Distributional semantics addresses an issue for descriptive linguists who would like to use corpus methods for semantic analysis. Such a linguist would be eager to exploit the increasingly large available corpora but tired of manually annotating hundreds of concordances with sense tags that might not even be that appropriate52. Distributional models, on the other hand, present themselves as a scalable, automatic approach that can process large amounts of textual data and extract patterns with semantic correlates. They constitute an irresistible asset for empirical approaches aiming to maximize the automation of the most laborious, quantitative tasks and give the researcher more energy and time for the creative and hermeneutic aspects of research. This dissertation was written for such a linguist, and it has good news and bad news.
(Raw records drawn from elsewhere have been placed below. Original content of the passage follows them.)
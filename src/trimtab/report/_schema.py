"""The JSON Schema (draft 2020-12) of the document :func:`trimtab.report.write_json` writes.

docs/outputs.md describes each field in words; this is the machine-checkable form of the same layout.
"""

from __future__ import annotations

from typing import Any

from trimtab.attribution._desk_figures import WARNING_KINDS
from trimtab.attribution import HEADLINE_FIGURES


_NUMBER = {"type": ["number", "null"]}


def _rows(*required: str, nullable: bool = False) -> dict[str, Any]:
    return {
        "type": ["array", "null"] if nullable else "array",
        "items": {"type": "object", "required": list(required)},
    }


_ATTRIBUTION = {
    "type": ["object", "null"],
    "required": [
        "kind", "periods_per_year", "is_zero_risk", "figures", "by_factor", "by_factor_group", "by_asset", "by_attribute",
    ],
    "properties": {
        "kind": {"enum": ["total", "active"]},
        "periods_per_year": {"type": "number", "exclusiveMinimum": 0},
        "is_zero_risk": {"type": "boolean"},
        "figures": {
            "type": "object",
            "required": list(HEADLINE_FIGURES),
            "additionalProperties": _NUMBER,
        },
        "by_factor": _rows(
            "factor", "group", "portfolio_exposure", "benchmark_exposure", "active_exposure",
            "factor_volatility", "marginal_contribution", "contribution", "percent",
        ),
        "by_factor_group": _rows("group", "n_factors", "contribution", "percent"),
        "by_asset": _rows(
            "asset", "weight", "marginal_contribution", "contribution", "percent",
            "factor_contribution", "specific_contribution",
        ),
        "by_attribute": {
            "type": "object",
            "additionalProperties": _rows("group", "n_assets", "contribution", "percent"),
        },
    },
}

#: JSON Schema of the report document, ``schema_version`` "1.2".
JSON_SCHEMA: dict[str, Any] = {
    "$schema": "https://json-schema.org/draft/2020-12/schema",
    "title": "trimtab report document",
    "type": "object",
    "required": [
        "schema_version", "document", "kind", "generated_by", "created_utc", "cautions", "run",
        "risk_budget", "relaxation", "headline", "figures", "warnings", "context", "attribution", "trades",
        "trades_unit", "rounding", "target_book", "trade_summary", "constraints", "objective", "verification", "limits",
        "provenance", "scenario",
    ],
    "properties": {
        "schema_version": {"const": "1.2"},
        "document": {"const": "trimtab.report"},
        "kind": {"enum": ["rebalance", "attribution", "infeasible", "solver_failure"]},
        "generated_by": {
            "type": "object",
            "required": ["package", "version"],
            "properties": {"package": {"const": "trimtab"}, "version": {"type": "string"}},
        },
        "created_utc": {"type": "string", "pattern": "^[0-9]{4}-[0-9]{2}-[0-9]{2}T[0-9]{2}:[0-9]{2}:[0-9]{2}Z$"},
        "cautions": {"type": "array", "minItems": 1, "items": {"type": "string"}},
        "run": {"type": ["object", "null"]},
        "risk_budget": {
            "type": ["object", "null"],
            "required": ["name", "cap", "pre", "post", "used"],
            "properties": {
                "name": {"type": "string"},
                "cap": {"type": "number", "exclusiveMinimum": 0},
                "pre": _NUMBER,
                "post": {"type": "number"},
                "used": {"type": "number"},
            },
        },
        "relaxation": _rows(
            "option", "constraint", "kind", "side", "limit", "needed", "relax_by", "unit", nullable=True
        ),
        "conflict": {"type": "array", "items": {"type": "string"}},
        "headline": _rows("figure", "label", "unit", "post"),
        "attribution": {
            "type": "object",
            "required": ["pre_trade", "post_trade"],
            "properties": {"pre_trade": _ATTRIBUTION, "post_trade": _ATTRIBUTION},
        },
        "figures": _rows("figure", "label", "unit", "pre", "post", "change", nullable=True),
        "warnings": {
            "type": "array",
            "items": {
                "type": "object",
                "required": ["kind", "message", "details"],
                "properties": {
                    "kind": {"enum": list(WARNING_KINDS)},  # trimtab.attribution._desk_figures.WARNING_KINDS
                    "message": {"type": "string"},
                    "details": {"type": "object"},
                },
            },
        },
        "context": {"type": "object"},
        "trades": _rows("asset", "side", "weight_change", nullable=True),
        "trades_unit": {"enum": ["shares", "weights", None]},
        "rounding": {
            "type": ["object", "null"],
            "required": ["nav", "cash_before", "cash_optimal", "cash_after", "largest_changes"],
        },
        "target_book": _rows("asset", "trade", nullable=True),
        "limits": _rows("limit", "kind", "value", "lower", "upper", "slack", "ok", nullable=True),
        "trade_summary": _rows("label", "unit", "value", nullable=True),
        "constraints": _rows("name", nullable=True),
        "objective": {"type": ["object", "null"], "additionalProperties": _NUMBER},
        "verification": _rows(nullable=True),
        "provenance": {"type": "object"},
        "scenario": {"type": "object"},
        "stress": _rows("shock", "pre_book", "post_book", nullable=True),
    },
}

#: JSON Schema of the comparison document (a mapping given to ``write_json``), ``schema_version`` "1.2".
COMPARISON_SCHEMA: dict[str, Any] = {
    "$schema": "https://json-schema.org/draft/2020-12/schema",
    "title": "trimtab comparison document",
    "type": "object",
    "required": ["schema_version", "document", "generated_by", "created_utc", "cautions", "status", "comparison", "warnings",
                 "scenarios"],
    "properties": {
        "schema_version": {"const": "1.2"},
        "document": {"const": "trimtab.comparison"},
        "generated_by": JSON_SCHEMA["properties"]["generated_by"],
        "created_utc": JSON_SCHEMA["properties"]["created_utc"],
        "cautions": JSON_SCHEMA["properties"]["cautions"],
        "status": {"type": "object", "additionalProperties": {"enum": ["solved", "infeasible", "solver failure"]}},
        "comparison": _rows("figure"),
        "scenarios": {
            "type": "object",
            "additionalProperties": {"type": "object", "required": ["document", "kind", "run", "relaxation", "headline"]},
        },
    },
}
The bad news is that, although distributional models can indeed reveal patterns and offer information that we might not obtain by other means, these are not necessarily the patterns and information we would have expected. The results from this study suggest that, if we are to use distributional semantics for descriptive analyses, we should not do so blindly. Unlike what high accuracy scores on benchmarks would suggest, there is no parameter setting that works optimally across the board, because what is relevant in the description of one lexical item might not be for another. For the same reason, different configurations of parameter settings will have different effects on each lemma, highlighting specific aspects that may be more or less interesting from a linguistic perspective. They may be senses, or they may be something else.

The good news is that a user-friendly, comprehensive visualization tool is available for the exploration of such models. Interfaces like the ones described here turn the apparent chaos of distributional models into concrete visual representations for us to examine and interrogate. Rather than despairing in the face of multiple diverse models, we can create a composite picture based on a few representative models: we embrace the complexity and thus achieve a richer, more nuanced description. These tools offer both a fluid interaction with the output of the models and a look into their backstage operations.

In sum, this dissertation illustrates why, as descriptive linguists, we shouldn’t trust distributional models blindly, but also how we can exploit them nonetheless. On the one hand, it illustrates a workflow for investigating distributional modelling itself: the same steps followed in this study can be applied to alternative implementations for a better understanding of distributional approaches. On the other hand, with both warnings and suggestions, it offers a framework and tools for future studies implementing token-level distributional models to linguistic research or, as we like to call it, linguistic cloudspotting.